22 June 2019

A second dish for 3 cm

I got a surplus 40 cm parabolic reflector for my 10 GHz experiments. It doubles the caravan set where I will mount the LNB and use in the receive chain. Since the caravan set can be mounted with a suction cup, it will probably stay on the roof of the car, while the TX dish has to be adapted to sit on a photographic tripod.

The picture depicts the way I found to attach it to the tripod: a removable vice. The tripod is lightweight, but on a field without vegetation I don't need to extend it fully, so the center of mass will be as low as possible.

Then I needed to see how it performs, depending on the position of the TX signal vs focal point. Here things got interesting. We have installed locally up in the mountains a WebSDR equipped with just an LNB pointing towards the Pianura Padana. It covers 10368.0-10369.0 MHz and receives signals beyond 300 km. It is at about 40 km from my home, slightly behind a building, into the Fresnel zone I dare to say.

The "red cover" TX was put into service. Its TX patch antennas are quite off the focal point, closer to the dish and on a side. The resulting beam, as seen on the remote RX waterfall is quite wide, with strong sidelobes. I could not get a null.

Second TX head.
Then a second TX head "white cover" was tried. It is shorter and closer to the focal plane, slightly lower than the focal point. The beam is sharp now! Because of the RTL-SDR AGC I cannot estimate the gain, but any movement impacts the signal strength, move few degrees and it is gone from the waterfall!

I am worried that dealing with two dishes will make beaming twice as time consuming, but at least the HB100 TX has a form of passive thermal stabilisation that keeps it relatively still in frequency once it reaches equilibrium.
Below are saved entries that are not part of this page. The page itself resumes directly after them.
def _per_search(db: Path, stage: str) -> dict[int, int]:
    try:
        conn = sqlite3.connect(f"file:{db}?mode=ro", uri=True, timeout=1.0)
        try:
            rows = conn.execute("SELECT start, COUNT(*) FROM evaluations WHERE stage = ? "
                                "GROUP BY start", (stage,)).fetchall()
        finally:
            conn.close()
    except sqlite3.Error:
        return {}
    return {int(s): int(n) for s, n in rows}


def _metrics_close(a: dict, b: dict, tol: float = 1e-12) -> bool:
    if set(a) != set(b):
        return False
    for k in a:
        x, y = a[k], b[k]
        if isinstance(x, dict):
            if not (isinstance(y, dict) and _metrics_close(x, y, tol)):
                return False
        elif isinstance(x, str | bool) or x is None:
            if x != y:
                return False
        else:
            xa, ya = onp.asarray(x, float), onp.asarray(y, float)
            if xa.shape != ya.shape or not onp.allclose(xa, ya, rtol=tol, atol=tol,
                                                        equal_nan=True):
                return False
    return True


def _same_store(a: Path, b: Path) -> None:
    """Same evaluations: same keys, same designs (bit for bit), metrics to 1e-12."""
    ra, rb = _rows(a), _rows(b)
    assert sorted(ra) == sorted(rb)
    for k in ra:
        ea, eb = ra[k].evaluation, rb[k].evaluation
        assert ra[k].x.tobytes() == rb[k].x.tobytes(), k
        assert ea.status == eb.status, k
        assert _metrics_close(ea.metrics, eb.metrics), k
    sa, sb = (EvaluationStore(p / "evaluations.sqlite").scans() for p in (a, b))
    assert sa == sb


def _descendants(pid: int) -> set[int]:
    """Every live process below ``pid`` (Linux /proc)."""
    children: dict[int, list[int]] = {}
    for d in Path("/proc").iterdir():
        if not d.name.isdigit():
            continue
        try:
            ppid = int((d / "stat").read_text().rsplit(")", 1)[1].split()[1])
        except (OSError, IndexError, ValueError):
            continue
        children.setdefault(ppid, []).append(int(d.name))
    out, todo = set(), [pid]
    while todo:
        for c in children.get(todo.pop(), []):
            if c not in out:
                out.add(c)
                todo.append(c)
    return {p for p in out if _alive(p)}


def _wait_for(cond, timeout=120.0, proc=None):
    # the local pool's helper, with more time: a cluster starts slower
    processes_wait_for(cond, timeout=timeout, proc=proc)


def _kill_all(pids) -> None:
    for p in pids:
        try:
            os.kill(p, signal.SIGKILL)
        except OSError:
            pass


linux = pytest.mark.skipif(not Path("/proc/self/stat").exists(), reason="needs /proc")


# ---------------------------------------------------------------------------------------------
# the store's side: each streamed operation once (no cluster needed)
# ---------------------------------------------------------------------------------------------

class _Square:
    """f(x) = sum x^2 with one constraint; a ComputationError at x[0] < 0 (a failed row)."""

    lower = onp.array([-1.0, -1.0])
    upper = onp.array([1.0, 1.0])
    n_constraints = 1

    def evaluate(self, x, need_grad):
        from chiropt.errors import ComputationError

        if x[0] < 0:
            raise ComputationError("outside the model")
        return Evaluation(f=float(x @ x), g=onp.array([x[1] - 0.5]),
                          metrics={"objectives": [float(x @ x)], "note": "ok"})


def _points():
    return [onp.array([0.1 * k, 0.3 - 0.07 * k]) for k in range(5)] + [onp.array([-0.2, 0.1])]


def test_streamed_writes_land_once_and_equal_direct_writes(tmp_path):
    # a task that writes through a TaskStore, whose messages arrive twice, out of order and
    # again from a re-run of the task, leaves the store a direct writer would
    direct = EvaluationStore(tmp_path / "direct.sqlite")
    cp = CachedProblem(_Square(), direct.path, "start", 0)
    for x in _points():
        cp.evaluate(x, False)
    direct.put_scan(4, {"kept": [[0.1, 0.2]], "F": [None, [1.5]]})

    def task(sent):
        ts = TaskStore("t0", sink=sent.append, batch_s=0.0)  # one operation per message
        c = CachedProblem(_Square(), ts, "start", 0)
        for x in _points():
            c.evaluate(x, False)
        ts.put_scan(4, {"kept": [[0.1, 0.2]], "F": [None, [1.5]]})
        return ts

    first, rerun = [], []
    ts = task(first)
    task(rerun)  # a re-run of the task (its worker was lost) sends the same operations
    assert first == ts.ops and len(rerun) == len(first) == len(_points()) + 1
    streamed = EvaluationStore(tmp_path / "streamed.sqlite")
    rx = StreamReceiver(streamed)
    for m in [first[0], first[2], first[2], first[1], *first[3:5], *rerun]:
        rx.receive(m)  # out of order, twice, then the re-run's whole list
    rx.accept_all(ts.ops)  # and the complete list the task returned
    assert rx.puts == len(_points()) and rx.restarts == 1
    key = lambda r: (r.stage, r.start, r.seq, r.x.tobytes(), r.evaluation.status,  # noqa: E731
                     r.evaluation.reason, json.dumps(r.evaluation.metrics))
    assert [key(r) for r in streamed.records()] == [key(r) for r in direct.records()]
    assert streamed.scans() == direct.scans()


def test_batched_messages_and_the_returned_list_complete_each_other(tmp_path):
    sent = []
    ts = TaskStore("t1", sink=sent.append, batch_s=3600.0)
    c = CachedProblem(_Square(), ts, "start", 0)
    for x in _points():
        c.evaluate(x, False)
    assert len(sent) == 1  # the first operation went at once, the others wait for a message
    rx = StreamReceiver(EvaluationStore(tmp_path / "s.sqlite"))
    for m in sent:
        rx.receive(m)
    assert rx.puts == 1
    rx.accept_all(ts.ops)  # the task's outcome brings the rest
    assert rx.puts == len(_points()) and rx.restarts == 0
    ts2 = TaskStore("t2", sink=sent.append, batch_s=0.0)
    ts2.put_values(ts.rows[("start", 0, 0)])
    ts2.put_values(ts.rows[("start", 0, 1)])
    rx.receive("\n".join(sent[-2:]))  # two operations in one message
    assert rx.applied["t2"] == 2


def test_a_conflicting_streamed_row_is_refused(tmp_path):
    store = EvaluationStore(tmp_path / "s.sqlite")
    a, b = TaskStore("a"), TaskStore("b")
    CachedProblem(_Square(), a, "start", 0).evaluate(onp.array([0.1, 0.2]), False)
    CachedProblem(_Square(), b, "start", 0).evaluate(onp.array([0.3, 0.2]), False)
    rx = StreamReceiver(store)
    rx.accept_all(a.ops)
    with pytest.raises(InputError, match="two runs write"):
        rx.accept_all(b.ops)


# ---------------------------------------------------------------------------------------------
# settings
# ---------------------------------------------------------------------------------------------

@pytest.mark.parametrize("raw, key", [
    ("remote", "executor"),
    ({"dask": {"adress": "tcp://h:8786"}}, "executor.dask.adress"),
    ({"dask": {"address": "not an address"}}, "executor.dask.address"),
    ({"dask": {"address": "tcp://h:8786", "local_cluster": {}}}, "executor.dask"),
    ({"dask": {"local_cluster": {"workers": 0}}}, "executor.dask.local_cluster.workers"),
    ({"dask": {"local_cluster": {"threads_per_worker": 1.5}}},
     "executor.dask.local_cluster.threads_per_worker"),
], ids=["kind", "unknown-key", "address", "both", "workers", "threads"])
def test_bad_executor_settings_name_the_key(tmp_path, raw, key):
    import yaml

    data = yaml.safe_load(SEARCHES)
    data["executor"] = raw
    with pytest.raises(InputError) as err:
        goal_from_dict(data, base_dir=tmp_path)
    assert err.value.key == key


def test_executor_settings_round_trip_and_leave_the_identity_alone(tmp_path):
    import yaml

    from chiropt.run import goal_identity

    data = yaml.safe_load(SEARCHES)
    (local,) = goal_from_dict(data, base_dir=tmp_path)
    for raw in ({"dask": {"address": "tcp://10.0.0.5:8786"}},
                {"dask": {"local_cluster": {"workers": 3, "threads_per_worker": 2}}}):
        (goal,) = goal_from_dict({**data, "executor": raw}, base_dir=tmp_path)
        assert goal.executor.to_dict() == raw
        assert goal.to_dict()["executor"] == raw  # the resolved goal keeps it
        (again,) = goal_from_dict({**data, "executor": goal.to_dict()["executor"]},
                                  base_dir=tmp_path)
        assert again.executor == goal.executor
        assert goal_identity(goal) == goal_identity(local)  # resumable on any executor
    assert parse_executor_option("tcp://h:8786").address == "tcp://h:8786"
    assert parse_executor_option("dask") == ExecutorSettings(kind="dask")
    with pytest.raises(InputError) as err:
        parse_executor_option("cluster")
    assert err.value.key == "--executor"


def test_dask_without_the_extra_is_one_line_naming_it(tmp_path, monkeypatch, capsys):
    monkeypatch.setitem(sys.modules, "distributed", None)  # import distributed fails
    goal_file = _write(tmp_path, SEARCHES)
    out = tmp_path / "runs"
    assert main(["run", str(goal_file), "--out", str(out), "--executor", "dask",
                 "--quiet"]) == 2
    err = capsys.readouterr().err.strip().splitlines()
    assert len(err) == 1 and "chiropt[cluster]" in err[0], err
    assert not out.exists()


# ---------------------------------------------------------------------------------------------
# on a cluster
# ---------------------------------------------------------------------------------------------

distributed = pytest.importorskip("distributed")


def test_quickstart_on_two_dask_workers_equals_the_local_executor(tmp_path):
    (goal,) = load_goal(_quickstart(tmp_path))
    local = run_goal(goal, out=tmp_path / "local", workers=2, progress=False)
    dask = run_goal(goal, out=tmp_path / "dask", executor=TWO, progress=True)
    assert local.status == dask.status == "complete"
    assert local.n_evaluations == dask.n_evaluations > 20
    _same_store(local.run_dir, dask.run_dir)
    assert onp.array_equal(local.front_objectives, dask.front_objectives)
    log = (dask.run_dir / "run.log").read_text()
    assert "executor: dask scheduler tcp://" in log and "2 workers" in log
    # progress: workers, tasks in flight, evaluations per second, ETA
    assert re.search(r"; 2 workers, \d+ tasks in flight, [0-9.e+]+ evaluations/s; .*ETA", log)


@pytest.fixture(scope="module")
def reference(tmp_path_factory):
    """The searches goal, uninterrupted, on the local executor in this process."""
    tmp = tmp_path_factory.mktemp("reference")
    (goal,) = load_goal(_write(tmp, SEARCHES))
    s = run_goal(goal, out=tmp / "runs", workers=0, progress=False)
    assert s.status == "complete"
    return s


@linux
def test_a_killed_worker_loses_and_duplicates_nothing(tmp_path, reference):
    goal_file = _write(tmp_path, SEARCHES)
    out = tmp_path / "runs"
    run_dir = out / "g-Si"
    db = run_dir / "evaluations.sqlite"
    proc = _start(goal_file, out, "--executor", "dask", "--workers", "2")
    spawned: set[int] = set()
    try:
        # both local searches under way (one on each worker), several rows streamed each
        _wait_for(lambda: len(_worker_pids(run_dir)) == 2 and len(
            [n for n in _per_search(db, "start").values() if n >= 5]) == 2, proc=proc)
        spawned = _descendants(proc.pid)
        victim = _worker_pids(run_dir)[0]
        os.kill(victim, signal.SIGKILL)
        _, err = proc.communicate(timeout=300)
        spawned |= {victim}
        assert proc.returncode == 0, err
    finally:
        if proc.poll() is None:
            proc.kill()
            proc.wait()
    _same_store(reference.run_dir, run_dir)  # every evaluation, once
    assert _count(db) == reference.n_evaluations
    log = (run_dir / "run.log").read_text()
    # the lost task ran again from its start: its repeated writes were recognized
    assert "1 task ran again" in log or "2 tasks ran again" in log, log
    time.sleep(0.5)
    survivors = [p for p in spawned if _alive(p)]
    _kill_all(survivors)
    assert not survivors, "a dask process outlived its run"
Unfortunately the dish weight makes it difficult to make smooth movements on the cheap tripod, but that is what I have for now.

Last but not least, going from about 25°C (home) to full sunshine (35°C, not measured) resulted in 2 MHz frequency change downwards of the whole system. Good to know when arranging for real QSOs!

20 June 2019

Thermal isolation for HB100 transmitter

The actual frequency of an "HB100 10 GHz radar doppler HAM RTX module" is very sensitive to external factors: supply voltage, proximity, temperature.

Voltage is easy to stabilize. Proximity too, and if the IF port it becomes less sensitive.

On the other hand, temperature has a devastating effect, both on short and long term. On the long term, the frequency will drift until the HB100 reaches a constant temperature. But even a quick breeze will produce a snake on the waterfall. So, in order to minimize the effect, I found my way to add short-term thermal inertia to my 10 GHz transmitter:

Transmitting end on 10 GHz, modulated on the IF port.

Variations on long term ("minutes") will still occur, but at a slower pace so that it's easy to do a manual AFC on the receiving side. And the trick is to let it reach a "working" temperature before use and avoid variations over the whole QSO.